A number of risk projections and epidemiologic studies have been devoted to the risk of leukemia among recovery operation workers (e.g., Ivanov 2007; Kesminiene et al. 2008; Romanenko et al. 2008). The case control studies sponsored by the International Agency For Research on Cancer (Kesminiene et al. 2008) and by the National Cancer Institute (Romanenko et al. 2008) required the estimation of individual bone marrow doses for all study subjects. Because external doses are not available for about half of the recovery operation workers, and because of doubts regarding the quality of the external doses for some categories of workers, it was decided not to rely on the official recorded doses and to develop a method of dose estimation that could be applied to all study subjects, whether dead or alive, irrespective of their radiation exposure. The method of dose estimation that was selected for the case control studies sponsored by the International Agency For Research on Cancer and by the National Cancer Institute is a sophisticated time-and-motion analysis called RADRUE, which is an acronym for Realistic Analytical Dose Reconstruction with Uncertainty Estimates (Kryuchkov et al. 2009). Briefly, results of exposure rate and nuclide deposition measurements were embedded in RADRUE and were used to derive exposure rates at places where liquidators lived and worked and thus to calculate external dose to bone marrow according to the liquidators’ itineraries. Liquidators’ routes were reconstructed by dosimetry experts familiar with the organization and conditions of work in the 30-km zone based on information obtained through a study questionnaire (Kryuchkov et al. 2009).

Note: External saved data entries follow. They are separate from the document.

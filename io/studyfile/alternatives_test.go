package studyfile

import (
	"fmt"
	"math"
	"slices"
	"strings"
	"testing"

	"example.org/tailback/ctm"
	"example.org/tailback/ctm/measure"
	"example.org/tailback/demand"
	"example.org/tailback/network"
	"example.org/tailback/network/diagram"
	"example.org/tailback/network/unit"
)

// corridor is the road of these tests, links E1 to E5 of 3 lanes and 2 km with ramps R2 and R4 that join and X2 and X3
// that leave:
//
//	E1 -(X2)- E2 -(R2)- E3 -(X3)- E4 -(R4)- E5
func corridor(t *testing.T) *ctm.Scenario {
	t.Helper()
	p := diagram.Params{FreeSpeed: 100 / 3.6, Capacity: 2000.0 / 3600, JamDensity: 0.12}
	d, err := diagram.New("triangular", p)
	if err != nil {
		t.Fatal(err)
	}
	var links []network.Link
	add := func(name string, from, to network.NodeID, length, lanes float64) {
		kind := "freeway"
		if lanes < 3 {
			kind = "ramp"
		}
		links = append(links, network.Link{Name: name, Kind: kind, From: from, To: to, Length: length, Lanes: lanes, Diagram: d, Shape: "triangular", Params: p})
	}
	for i := range 5 {
		add(fmt.Sprintf("E%d", i+1), network.NodeID(i), network.NodeID(i+1), 2000, 3)
	}
	add("X2", 1, 6, 400, 1)
	add("R2", 7, 2, 400, 1)
	add("X3", 3, 8, 400, 1)
	add("R4", 9, 4, 400, 1)
	nodes := make([]network.Node, 10)
	for i := range nodes {
		nodes[i].Name = fmt.Sprintf("N%d", i)
	}
	n, err := network.New(nodes, links)
	if err != nil {
		t.Fatal(err)
	}
	turn := func(from, a, b network.LinkID, share float64) demand.Turning {
		return demand.Turning{Node: n.Links[from].To, From: from, To: []network.LinkID{a, b}, Class: demand.AllClasses, Fractions: [][]float64{{1 - share, share}}}
	}
	entry := func(link network.LinkID, flow float64) demand.Entry {
		return demand.Entry{Link: link, Mix: []float64{1}, Flow: demand.Constant(flow / 3600)}
	}
	return &ctm.Scenario{
		Name: "base", Network: n, Horizon: ctm.Horizon{Start: 18 * 3600, End: 30 * 3600, Cell: 100, Report: 300},
		Demand: &demand.Demand{
			Classes:  []demand.Class{{Name: "vehicle", PCE: 1}},
			Entries:  []demand.Entry{entry(0, 3000), entry(6, 400), entry(8, 500)},
			Turnings: []demand.Turning{turn(0, 1, 5, 0.1), turn(2, 3, 7, 0.2)},
		},
	}
}

// readAlternatives reads the [[alternative]] tables of a study file on a base, and returns what it reports, as users see it.
func readAlternatives(t *testing.T, base *ctm.Scenario, text string) (list []Alternative, faulty, warnings []string) {
	t.Helper()
	d := &draft{f: &faults{}, Study: Study{File: "study.toml", Base: base}}
	for _, name := range []string{"default", "freeway", "ramp"} {
		d.Diagrams = append(d.Diagrams, Diagram{Name: name})
	}
	doc, ok := decode(d.File, []byte(text), d.f)
	if !ok {
		t.Fatal(d.f.err())
	}
	d.doc, d.root = doc, doc.root(d.f)
	d.alternatives()
	_ = d.f.err() // sorts them
	for _, e := range d.f.list {
		faulty = append(faulty, e.Error())
	}
	return d.Alternatives, faulty, d.Warnings
}

// good reads alternatives that must be right.
func good(t *testing.T, base *ctm.Scenario, text string) []Alternative {
	t.Helper()
	list, faulty, _ := readAlternatives(t, base, text)
	for _, f := range faulty {
		t.Error(f)
	}
	return list
}

// The example of the contract, both numbers and the source given.
func TestLaneClosureOfTheContract(t *testing.T) {
	base := corridor(t)
	a := good(t, base, `
[[alternative]]
name = "two-lane-night"
title = "Two lanes closed overnight"
[[alternative.lane_closure]]
links = ["E3", "E4"]
from = "300 m"
to = "3.1 km"
lanes = 1
start = "20:00"
end = "29:00"
capacity = "1550 veh/h/lane"
discharge = "1450 veh/h/lane"
source = "counts of last spring"
speed_limit = "80 km/h"
`)[0]
	c := a.Scenario.Measures[0].(*measure.LaneClosure)
	want := measure.LaneClosure{
		Stretch: []measure.Span{{Link: 2, From: 300, To: math.Inf(1)}, {Link: 3, From: 0, To: 1100}}, Lanes: 1, Start: 72000, End: 104400,
		Capacity: 1550.0 / 3600, Discharge: 1450.0 / 3600, Speed: 80000.0 / 3600, Source: "counts of last spring",
	}
	if fmt.Sprint(*c) != fmt.Sprint(want) {
		t.Errorf("got  %+v\nwant %+v", *c, want)
	}
	text := "1 of 3 lanes closed from 300 m of link `E3` to 1.1 km of link `E4`, 20:00-29:00, 1,550 veh/h per open lane before a queue forms and 1,450 veh/h out of it, at most 80 km/h; counts of last spring"
	if got := a.Changes(unit.Metric); len(got) != 1 || got[0] != text {
		t.Errorf("got  %s\nwant %s", got, text)
	}
	if a.Name != "two-lane-night" || a.Title != "Two lanes closed overnight" || a.Scenario.Name != a.Name {
		t.Errorf("name %q, title %q, scenario %q", a.Name, a.Title, a.Scenario.Name)
	}
	if r := a.Moved; r.Base != r.Travelled || r.Suppressed != 0 || r.Base != 12*3900 {
		t.Errorf("record %+v, want 46800 vehicles that all travel", r)
	}
}

// Base and alternatives stand on the same cuts, whichever alternative brought them.
func TestOneGridForAll(t *testing.T) {
	base := corridor(t)
	list := good(t, base, `
[[alternative]]
name = "a"
lane_closure = [{ links = ["E3"], from = "500 m", to = "900 m", lanes = 1 }]
[[alternative]]
name = "b"
incident = [{ link = "E5", at = "1 km", capacity_left = 0.49, start = "19:00", end = "20:00" }]
[[alternative]]
name = "c"
`)
	if len(base.Cuts) != 4 {
		t.Errorf("%d cuts, want 4: two of each measure", len(base.Cuts))
	}
	for _, a := range list {
		if !slices.Equal(a.Scenario.Cuts, base.Cuts) {
			t.Errorf("alternative `%s` has other cuts than the base", a.Name)
		}
	}
	if list[2].Scenario.Network != base.Network {
		t.Error("an alternative without changes has another network")
	}
}

// The example of the contract: 35 % and 45 % of 500 veh/h from 20:00 to 29:00 (4500 vehicles) move, 20 % stay at home.
func TestRampClosureMovesEntries(t *testing.T) {
	base := corridor(t)
	a := good(t, base, `
[[alternative]]
name = "ramp"
[[alternative.ramp_closure]]
link = "R4"
start = "20:00"
end = "29:00"
divert = [ { to = "R2", share = 0.35 }, { to = "E1", share = "45 %" } ]
`)[0]
	r := a.Moved
	if len(r.Moves) != 2 || math.Abs(r.Moves[0].Vehicles-1575) > 1e-6 || math.Abs(r.Moves[1].Vehicles-2025) > 1e-6 {
		t.Errorf("moves %+v, want 1575 and 2025 vehicles", r.Moves)
	}
	if math.Abs(r.Suppressed-900) > 1e-6 || math.Abs(r.Travelled-(r.Base-900)) > 1e-6 {
		t.Errorf("record %+v, want 900 suppressed", r)
	}
	note := "closed link `R4`: 1575.0 vehicles go to `R2`, 2025.0 vehicles go to `E1`, 900.0 do not travel"
	if !slices.Contains(a.Notes, note) {
		t.Errorf("no note %q in %q", note, a.Notes)
	}
}

// An off-ramp: 10 % of 3000 veh/h for an hour, of which 80 % leave at the next one. Fraction there: E2 carries 2940
// (60 do not travel), E3 3340; the 20 % of the base (3100: 2700+400) are 620, and 240 more: 860/3340.
func TestRampClosureMovesTurns(t *testing.T) {
	base := corridor(t)
	a := good(t, base, `
[[alternative]]
name = "exit"
ramp_closure = [{ link = "X2", start = "20:00", end = "21:00", divert = [{ to = "X3", share = 0.8 }] }]
`)[0]
	f := a.Scenario.Demand.Lookup(2, 0).At(20.5 * 3600)[1]
	if math.Abs(f-860.0/3340) > 1e-12 {
		t.Errorf("fraction %v, want %v", f, 860.0/3340)
	}
	if r := a.Moved; math.Abs(r.Moves[0].Vehicles-240) > 1e-6 || math.Abs(r.Suppressed-60) > 1e-6 {
		t.Errorf("record %+v, want 240 moved and 60 suppressed", r)
	}
}

func TestDemandChange(t *testing.T) {
	base := corridor(t)
	a := good(t, base, `
[[alternative]]
name = "less"
demand_change = [{ entries = ["E1"], factor = 0.9, start = "20:00", end = "21:00" }, { factor = 1.1, start = "22:00", end = "23:00" }]
speed_limit = [{ links = ["E1", "E2"], limit = "50 mph" }]
meter = [{ link = "R2", rate = "900 veh/h", end = "20:00" }, { link = "R2", rate = "300 veh/h", start = "20:00" }]
`)[0]
	if r := a.Moved; math.Abs(r.Suppressed-300) > 1e-6 || math.Abs(r.Added-390) > 1e-6 || math.Abs(r.Travelled-r.Base-90) > 1e-6 {
		t.Errorf("record %+v, want 300 suppressed and 390 added", r)
	}
	want := []string{
		"demand of `E1` times 0.9, 20:00-21:00", "demand of all entries times 1.1, 22:00-23:00", "speed limit of 50 mph on links `E1`, `E2`, 18:00-30:00",
		"meter at the end of link `R2`, 18:00-20:00: at most 900 veh/h", "meter at the end of link `R2`, 20:00-30:00: at most 300 veh/h",
	}
	if got := a.Changes(unit.US); !slices.Equal(got, want) {
		t.Errorf("got  %q\nwant %q", got, want)
	}
}

// A work zone of the check table (design notes, section 8.1): 3 to 2 lanes, urban, drums, night, 2 ft: queue discharge
// 1742.5 and, before the cap of 2000 veh/h, 2012.12 pc/h per lane; by hand 1742.5/0.9 = 1936.1 with alpha 10 %.
func TestWorkZone(t *testing.T) {
	for _, c := range []struct {
		zone                string
		capacity, discharge float64 // veh/h per lane
		notes               string
	}{
		{`{ barrier = "soft", area = "urban", lateral_distance = "2 ft", light = "night" }`, 2000, 1742.5, "capacity capped at the normal 2,000 veh/h per lane"},
		{`{ lateral_distance = "2 ft", light = "night", alpha = "10 %" }`, 1742.5 / 0.9, 1742.5, "drop 10 %: 1936 pc/h"},
		{`{ lateral_distance = "2 ft", light = "night", alpha = "10 %", coefficients = { base = 2193 } }`, 2000, 1842.5, "base = 2193"},
		{`{ lateral_distance = "2 ft", light = "night", heavy_vehicles = 0.2 }`, 2012.124711 / 1.2, 1742.5 / 1.2, "20 % heavy vehicles: factor 0.8333"},
		{`{ lateral_distance = "2 ft", light = "night", ramp_density = 1 }`, 2000, 1742.5, "0.6214 ramps per km"},
		{`{ method = "rule" }`, 1600, 0, "HCM 2000"},
		{`{ method = "rule", intensity = -100, ramp = 50, heavy_vehicles = "10 %", heavy_equivalent = 1.5 }`, 1450 / 1.05, 0, "1,381 veh/h per open lane"},
		{`{ method = "rule", term = "long" }`, 1450, 0, "HCM 2010, exhibit 10-14"},
	} {
		base := corridor(t)
		a := good(t, base, "[[alternative]]\nname = \"w\"\n[[alternative.lane_closure]]\nlinks = [\"E3\"]\nlanes = 1\nwork_zone = "+c.zone)[0]
		m := a.Scenario.Measures[0].(*measure.LaneClosure)
		if math.Abs(m.Capacity*3600-c.capacity) > 1e-3 || math.Abs(m.Discharge*3600-c.discharge) > 1e-3 {
			t.Errorf("%s: %v and %v veh/h, want %v and %v", c.zone, m.Capacity*3600, m.Discharge*3600, c.capacity, c.discharge)
		}
		if all := strings.Join(a.Notes, "\n"); !strings.Contains(all, c.notes) {
			t.Errorf("%s: no %q in\n%s", c.zone, c.notes, all)
		}
	}
}

// Another shape with the same free speed and capacity: a parabola's capacity is vf kj/4, so the jam density becomes
// 4*2000/100 = 80 veh/km; ramps keep theirs; the base's network stays as it was.
func TestDiagramChange(t *testing.T) {
	base := corridor(t)
	a := good(t, base, `
[[alternative]]
name = "parabola"
diagram_change = [{ diagram = "freeway", shape = "greenshields" }]
`)[0]
	n := a.Scenario.Network
	if d := n.Links[0].Diagram; math.Abs(d.Jam()-0.08) > 1e-12 || math.Abs(diagram.Capacity(d)-2000.0/3600) > 1e-12 || n.Links[0].Shape != "greenshields" {
		t.Errorf("jam density %v, capacity %v, shape %s", d.Jam(), diagram.Capacity(d), n.Links[0].Shape)
	}
	if n.Links[5].Shape != "triangular" || base.Network.Links[0].Shape != "triangular" {
		t.Error("another diagram was changed too")
	}
	if l, ok := n.Link("E3"); !ok || l != 2 {
		t.Error("ids moved")
	}
}

// An alternative that changes nothing gives the base's cells to the last bit, on the grid that the others cut.
func TestNothingChanged(t *testing.T) {
	base := corridor(t)
	list := good(t, base, `
[[alternative]]
name = "nothing"
demand_change = [{ factor = 1 }]
[[alternative]]
name = "works"
lane_closure = [{ links = ["E3"], from = "512 m", to = "1.3 km", lanes = 1, capacity = "1400 veh/h/lane" }]
`)
	cells := func(sc *ctm.Scenario) []float64 {
		m, err := ctm.New(sc)
		if err != nil {
			t.Fatal(err)
		}
		for m.View().Time() < 20*3600 {
			m.Step()
		}
		return m.View().Cars()
	}
	same, works := cells(list[0].Scenario), cells(list[1].Scenario)
	if !slices.Equal(cells(base), same) {
		t.Error("an alternative without changes differs from the base")
	}
	if len(works) != len(same) || slices.Equal(works, same) {
		t.Error("the works stand on another grid, or change nothing")
	}
}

The individual bone marrow dose estimates, along with their uncertainties, that were obtained for the 572 subjects of Phase I of the study of leukemia among the Ukrainian recovery operation workers (Romanenko et al. 2008) are presented in Table 6. In that table, the workers have been classified according to the worker categories given above. The individual bone marrow dose estimates vary in a large range, from <0.01 to 3,260 mGy (even in the same category of workers; for example, the military worker category or sent to the 30-km zone category). The variability of the doses can be important in comparing differing results. The overall average bone-marrow dose obtained for the Ukrainian study subjects is 87 mGy, which is somewhat lower than the estimated average whole-body dose of 117 mGy for all recovery operation workers (UNSCEAR 2011b). Kryuchkov et al. (2012) compared the official doses and the doses calculated by RADRUE for the 1986 recovery operation workers from Ukraine, Russia, and the Baltic countries, and concluded that:
* the RADRUE-calculated dose distributions for the red marrow are wider than the distribution of the official doses;
* the mean values of the RADRUE-calculated doses for the 1986 workers from Ukraine, Russia, and the Baltic countries are lower than the mean value of the official doses for the 1986 workers, the average ratio being 0.6; and
* a larger percentage of doses exceeding 250 mGy is predicted by the RADRUE calculations.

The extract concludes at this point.